Mescalero, NM – Ski Apache in New Mexico, the country’s southernmost ski area, will greet the arrival of the 2012-13 winter season with three new lifts. But unlike other lift installations going in around the country this summer, the upgrades at Ski Apache aren’t the result of expansion or upgrade plans.
Rather, they’re the result of the Little Bear wildfire, which in June damaged three of the lifts at the the Mescalero Apache Tribe’s ski resort. Mountain Operations staff used snowmaking guns to battle back the flames that scarred the resort’s Chair 4 Capitan, a base area fixed-grip triple chair, as well as a base-to-summit gondola and Chair 8, the Elk Quad. Several small structures at the top of Capitan were also consumed in the blaze. The ski area’s access road finally just reopened to the public last week.

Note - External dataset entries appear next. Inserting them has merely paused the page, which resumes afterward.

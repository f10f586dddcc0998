import type { SPARKLES_FOUND, TastingSummary } from '@/lib/contracts/tastings';

export type Found = (typeof SPARKLES_FOUND)[number];
export const FOUND_WORDS: Record<Found, string> = { flat: 'flat', less: 'less than planned', as_planned: 'as planned', more: 'more than planned', gushing: 'it gushed' };

export const ASPECTS = ['look', 'smell', 'taste', 'balance'] as const;
export type Aspect = (typeof ASPECTS)[number];

type Spread = TastingSummary['score'];
/** `7.5 ± 0.8 of 10, by 3` */
export const spreadWords = (spread: Spread, top: number): string => (spread === null ? 'nobody said' : `${spread.mean.toFixed(1)}${spread.spread === null ? '' : ` ± ${spread.spread.toFixed(1)}`} of ${top}, by ${spread.count}`);
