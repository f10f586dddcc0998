import { dayName, clock } from '@/components/charts/zone';
import { How } from '@/components/ui/How';
import { Sentence } from '@/components/ui/Sentence';
import { State } from '@/components/ui/StateMark';
import { gravityText } from '@/components/ui/units';
import type { BenchFacts } from '@/lib/contracts/bench';
import { DONE_WORDS, EXPLAINED } from './words';

const SHOWN = 4;

/** Is it done? The readings, what they say, and what would settle it. */
export function Done({ facts, timeZone }: { facts: BenchFacts; timeZone: string }) {
  const { done, readings, drink } = facts;
  const says = DONE_WORDS[done.verdict];
  const at = (time: string) => `${dayName(Date.parse(time) / 1000, timeZone)} ${clock(Date.parse(time) / 1000, timeZone)}`;
  const strength = drink.strength?.balling;
  return (
    <section aria-label="Is it done" className="border-t py-3">
      <div className="flex items-center justify-between gap-3">
        <State state={says.state} word={says.word} />
        <How of="Is it done" how={done.how} />
      </div>
      <h2 className="type-verdict-now pt-1">
        {says.sentence}
        {done.explanation && ` ${EXPLAINED[done.explanation][0]!.toUpperCase()}${EXPLAINED[done.explanation].slice(1)}.`}
      </h2>
      <ul className="type-reason text-ink2">
        {done.reasons.map((reason) => (
          <li key={reason}>
            <Sentence>{reason}</Sentence>
          </li>
        ))}
        <li>
          <Sentence>{`Changes it: ${done.changes_it[0]!.toLowerCase()}${done.changes_it.slice(1)}`}</Sentence>
        </li>
        {done.read_again_at && readings.length > 0 && <li>Read it again from <span className="fig">{at(done.read_again_at)}</span>.</li>}
      </ul>
      {readings.length > 0 && (
        <ul className="type-label mt-2 border-t border-rule" aria-label="Readings by hand">
          {readings.slice(-SHOWN).toReversed().map((reading) => (
            <li key={reading.at} className="flex justify-between border-b border-rule py-0.5">
              <span className="text-ink2">{at(reading.at)}</span>
              <span>{gravityText(reading.gravity)}</span>
            </li>
          ))}
        </ul>
      )}
      {strength && (
        <div className="type-label flex justify-between gap-3 pt-1">
          <span className="text-ink2">strength so far</span>
          <span className="flex flex-col items-end">
            {strength.value.lo.toFixed(1)}–{strength.value.hi.toFixed(1)} % <How of="Strength so far" how={strength.how} />
          </span>
        </div>
      )}
    </section>
  );
}
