import { dayName } from '@/components/charts/zone';
import { degrees } from '@/components/batch/figures';
import { How } from '@/components/ui/How';
import { Sentence } from '@/components/ui/Sentence';
import { StateMark } from '@/components/ui/StateMark';
import type { StateWord } from '@/lib/core/calls/attention';
import { readyFrom, TEST_AFTER_DAYS } from '@/lib/core/bottling/conditioning';
import type { How as HowAnswer } from '@/lib/core/how/how';

const DAY_MS = 86_400_000;

interface Step {
  state: StateWord;
  when: string;
  title: string;
  sentence: string;
  how?: HowAnswer;
}

/** What comes after a safe filling, with its days; the rounds take it over once it is bottled. */
export function After({ now, cellarC, primed, timeZone }: { now: number; cellarC: number; primed: boolean; timeZone: string }) {
  const ready = readyFrom(now, cellarC, primed);
  const day = (at: number) => dayName(at / 1000, timeZone);
  const steps: Step[] = [
    {
      state: 'Due',
      when: `until ${day(ready.at)}`,
      title: primed ? 'Let the sugar work' : 'Let it rest',
      sentence: primed ? `At ${degrees(cellarC)} ready to open after ${ready.days} days, sooner at 18 to 22 °C. Boxed, upright, a towel over the box.` : `${ready.days} days, then it may be opened.`,
      how: ready.how,
    },
    ...(primed ? [{ state: 'Due' as const, when: day(now + TEST_AFTER_DAYS * DAY_MS), title: 'Open one and judge', sentence: 'Chill it overnight first. Open it outdoors or over a sink, away from faces.' }] : []),
    { state: 'Ready', when: 'any day', title: 'Labels', sentence: 'With the fall of this batch, its strength and what has to be told of it.' },
  ];
  return (
    <section aria-label="After it is filled" className="border-t">
      <p className="type-label px-(--margin) pt-3 text-ink2">After it is filled. It stands on the rounds once it is bottled.</p>
      <ul className="grid strip:grid-cols-2 wide:grid-cols-3">
        {steps.map((step) => (
          <li key={step.title} className="px-(--margin) py-3 strip:border-r strip:border-rule">
            <p className="type-label flex items-center gap-2" style={{ fontWeight: 600 }}>
              <StateMark state={step.state} size={13} />
              {step.when}
            </p>
            <h3 className="type-verdict-now">{step.title}</h3>
            <p className="type-body text-ink2">
              <Sentence>{step.sentence}</Sentence>
            </p>
            {step.how && <How how={step.how} of="Ready to open" />}
          </li>
        ))}
      </ul>
    </section>
  );
}
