import { z } from 'zod';
import { archiveSchema } from '@/lib/contracts/archive';
import { endpoints } from '@/lib/contracts/endpoints';
import { route } from '@/lib/http/route';

export const GET = route(endpoints.getArchiveSchema, async () => Response.json(z.toJSONSchema(archiveSchema, { io: 'input' }), { headers: { 'cache-control': 'public, max-age=3600' } }));
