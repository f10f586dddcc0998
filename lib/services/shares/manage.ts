import { randomUUID } from 'node:crypto';
import type { Transaction } from 'sequelize';
import { Batch, Share } from '@/db/models';
import { inTransaction } from '@/db/client';
import { authorize } from '@/lib/auth/authorize';
import { hashLinkToken, linkTokenOf } from '@/lib/auth/link-tokens';
import type { Actor } from '@/lib/auth/policies';
import { systemClock, type Clock } from '@/lib/clock';
import type { CreateShare, ShareBody } from '@/lib/contracts/shares';
import { ConflictError, NotFoundError } from '@/lib/errors';
import { auditBy } from '../audit/write';
import { loadBatch } from '../batches/load';
import { notifyChange } from '../changes';
import { namesOf } from '../entries/names';
import { iso, isoOrNull } from '../iso';
import { shareUrl } from './open';

const DAY_MS = 86_400_000;
const MOST_OPEN = 50;

function present(share: Share, batch: Pick<Batch, 'id' | 'name'>, names: ReadonlyMap<string, string>, now: number): ShareBody {
  const open = share.revokedAt === null && share.expiresAt.getTime() > now;
  const name = share.createdBy === null ? undefined : names.get(share.createdBy);
  return {
    id: share.id,
    batch: { id: batch.id, name: batch.name },
    url: open ? shareUrl(share) : null,
    created_at: iso(share.createdAt),
    created_by: share.createdBy !== null && name !== undefined ? { id: share.createdBy, name } : null,
    expires_at: iso(share.expiresAt),
    revoked_at: isoOrNull(share.revokedAt),
    open,
    show_people: share.showPeople,
    takes_tastings: share.takesTastings,
    looked_at: share.lookedAt,
    last_looked_at: isoOrNull(share.lastLookedAt),
  };
}

/** Makes a link to one batch, read only, until it expires or is revoked. */
export function createShare(actor: Actor, batchId: string, input: CreateShare, clock: Clock = systemClock): Promise<ShareBody> {
  return inTransaction((transaction) => shareIn(actor, batchId, input, clock, transaction));
}

/** The same inside somebody's transaction. */
export async function shareIn(actor: Actor, batchId: string, input: CreateShare, clock: Clock, transaction: Transaction): Promise<ShareBody> {
  authorize(actor, 'shares.manage');
  const now = clock.now();
  const batch = await loadBatch(actor.cellarId, batchId, transaction);
  if ((await Share.count({ where: { batchId, revokedAt: null }, transaction })) >= MOST_OPEN) throw new ConflictError(`A batch has at most ${MOST_OPEN} links. Revoke one first.`);
  const id = randomUUID();
  const share = await Share.create(
    { id, cellarId: actor.cellarId, batchId, tokenHash: hashLinkToken(linkTokenOf('share', id)), expiresAt: new Date(now + input.expires_in_days * DAY_MS), showPeople: input.show_people, takesTastings: input.takes_tastings, createdBy: actor.personId, createdAt: new Date(now) },
    { transaction },
  );
  await share.reload({ transaction });
  await auditBy(actor, 'share.created', id, { batch: batchId, days: input.expires_in_days, people: input.show_people }, transaction);
  await notifyChange({ cellar: actor.cellarId, kind: 'share', batch: batchId }, transaction);
  return present(share, batch, await namesOf([share.createdBy], transaction), now);
}

/** The cellar's links, newest first, or those of one batch. */
export async function listShares(actor: Actor, batchId: string | null, clock: Clock = systemClock): Promise<{ items: ShareBody[] }> {
  authorize(actor, 'shares.manage');
  if (batchId !== null) await loadBatch(actor.cellarId, batchId);
  const shares = await Share.findAll({ where: { cellarId: actor.cellarId, ...(batchId !== null && { batchId }) }, order: [['createdAt', 'DESC']], limit: 200 });
  const batches = await Batch.findAll({ where: { id: [...new Set(shares.map((share) => share.batchId))], cellarId: actor.cellarId } });
  const names = await namesOf(shares.map((share) => share.createdBy));
  const nameOf = new Map(batches.map((batch) => [batch.id, batch]));
  return { items: shares.flatMap((share) => (nameOf.has(share.batchId) ? [present(share, nameOf.get(share.batchId)!, names, clock.now())] : [])) };
}

/** Revokes a link: from now on it opens nothing, as if it had never been. */
export async function revokeShare(actor: Actor, id: string, clock: Clock = systemClock): Promise<void> {
  authorize(actor, 'shares.manage');
  await inTransaction(async (transaction) => {
    const share = await Share.findOne({ where: { id, cellarId: actor.cellarId }, transaction, lock: transaction.LOCK.UPDATE });
    if (!share) throw new NotFoundError('share link');
    await share.update({ revokedAt: share.revokedAt ?? new Date(clock.now()) }, { transaction });
    await auditBy(actor, 'share.revoked', id, { batch: share.batchId }, transaction);
    await notifyChange({ cellar: actor.cellarId, kind: 'share', batch: share.batchId }, transaction);
  });
}
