import type { Metadata } from 'next';
import { Leaf } from '@/components/sign-in/Leaf';
import { ConfirmMail } from '@/components/sign-in/ConfirmMail';

export const metadata: Metadata = { title: 'Mail address' };

export default function ConfirmMailPage() {
  return (
    <Leaf>
      <ConfirmMail />
    </Leaf>
  );
}
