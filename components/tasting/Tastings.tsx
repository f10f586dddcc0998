'use client';

import { useState } from 'react';
import { Sheet } from '@/components/ui/Sheet';
import { dayWords } from '@/components/book/words';
import { Photos } from '@/components/photos/Photos';
import { Button } from '@/components/ui/Button';
import { Haze } from '@/components/ui/Haze';
import { How } from '@/components/ui/How';
import { GroupBar } from '@/components/ui/Page';
import { useMe } from '@/lib/client/me';
import { createTasting, removeTasting, useTastings } from '@/lib/client/tastings';
import { HOW_TASTED } from '@/lib/core/how/lots';
import { TastingSheet } from './TastingSheet';
import { ASPECTS, FOUND_WORDS, spreadWords, type Found } from './words';

/** What people found in a lot: the average with its spread, and each note. */
export function Tastings({ lotId, timeZone, now, mayTaste }: { lotId: string; timeZone: string; now: number; mayTaste: boolean }) {
  const { me } = useMe();
  const { tastings, summary, error, retry } = useTastings(lotId);
  const [open, setOpen] = useState(false);
  const found = (Object.entries(summary?.sparkle ?? {}) as [Found, number][]).filter(([, count]) => count > 0);
  return (
    <section aria-label="Tasting notes">
      <GroupBar word="Tasting notes" note={tastings && `${tastings.length}`} />
      {error && !tastings ? (
        <div className="type-body px-(--margin) py-3">
          The notes did not load. {error.message} <Button onClick={retry}>Try again</Button>
        </div>
      ) : !tastings || !summary ? (
        <Haze height={80} label="Loading the notes" className="m-(--margin)" />
      ) : (
        <>
          <div className="flex flex-wrap items-center gap-x-6 gap-y-1 border-b px-(--margin) py-2">
            {summary.count > 0 ? <p className="type-fig-lg">{spreadWords(summary.score, 10)}</p> : <p className="type-body text-ink2">Nobody has tasted it yet.</p>}
            {summary.count > 0 && <How how={HOW_TASTED} of="averages of the notes" className="open:order-last open:w-full" />}
            {mayTaste && (
              <Button className="ml-auto" onClick={() => setOpen(true)}>
                Taste it
              </Button>
            )}
            {summary.count > 0 && <dl className="type-label flex w-full flex-wrap gap-x-5 text-ink2">
              {ASPECTS.map((aspect) => (
                <div key={aspect}>
                  <dt className="inline">{aspect} </dt>
                  <dd className="inline text-ink">{spreadWords(summary[aspect], 5)}</dd>
                </div>
              ))}
              {found.length > 0 && (
                <div>
                  <dt className="inline">sparkle </dt>
                  <dd className="inline text-ink">{found.map(([word, count]) => `${FOUND_WORDS[word]} ${count}`).join(', ')}</dd>
                </div>
              )}
            </dl>}
          </div>
          <ul>
            {tastings.map((tasting) => (
              <li key={tasting.id} className="flex items-end gap-4 border-b border-rule px-(--margin) py-2">
                <div className="min-w-0 flex-1">
                  <p className="type-label flex flex-wrap gap-x-4 text-ink2">
                    <span className="min-w-0 font-semibold text-ink">
                      {tasting.by.name ?? 'somebody'}
                      {tasting.by.guest && ', guest'}
                    </span>
                    <span>{dayWords(tasting.at, timeZone, now)}</span>
                    {tasting.score !== null && <span className="text-ink">{tasting.score.toFixed(1)} of 10</span>}
                    {ASPECTS.filter((aspect) => tasting[aspect] !== null).map((aspect) => (
                      <span key={aspect}>
                        {aspect} {tasting[aspect]}
                      </span>
                    ))}
                    {tasting.sparkle && <span>{FOUND_WORDS[tasting.sparkle]}</span>}
                  </p>
                  {tasting.words && <p className="type-body break-words">{tasting.words}</p>}
                  {tasting.next_time && <p className="type-reason break-words text-ink2">Next time: {tasting.next_time}</p>}
                  <Photos place={{ lot: lotId }} on={{ tasting: tasting.id }} own={tasting.by.id !== null && tasting.by.id === me?.person.id} />
                </div>
                {tasting.mine && (
                  <button type="button" onClick={() => void removeTasting(tasting.id)} className="type-label min-h-8 shrink-0 text-ink2 underline underline-offset-4 max-strip:min-h-11">
                    Take back
                  </button>
                )}
              </li>
            ))}
          </ul>
        </>
      )}
      {open && (
        <Sheet title="Tasting sheet" onClose={() => setOpen(false)}>
          <TastingSheet
            guest={false}
            onSend={async ({ name: _name, ...tasted }) => {
              await createTasting(lotId, { ...tasted, at: new Date().toISOString() });
              setOpen(false);
            }}
          />
        </Sheet>
      )}
    </section>
  );
}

The Tribe is spending $15 million this summer to launch the new ski lifts, including a new base-to-summit eight-passenger Doppelmayr gondola that will climb 1,646 vertical feet in just eight minutes, about twice as fast as the damaged lift, and will have an uphill capacity of 2,000 riders per hour. The two damaged chairlifts will be replaced by a triple and a quad with a combined uphill capacity of 3,600 per hour.
“We are happy to invest in something that has proven such a valuable asset, not just to the tribe but to the surrounding communities as well, especially considering the effects on the region from the Little Bear Fire,” said Mescalero Apache President Frederick Chino, Sr.
All three new lifts are scheduled to be operational in time for a Thanksgiving opening.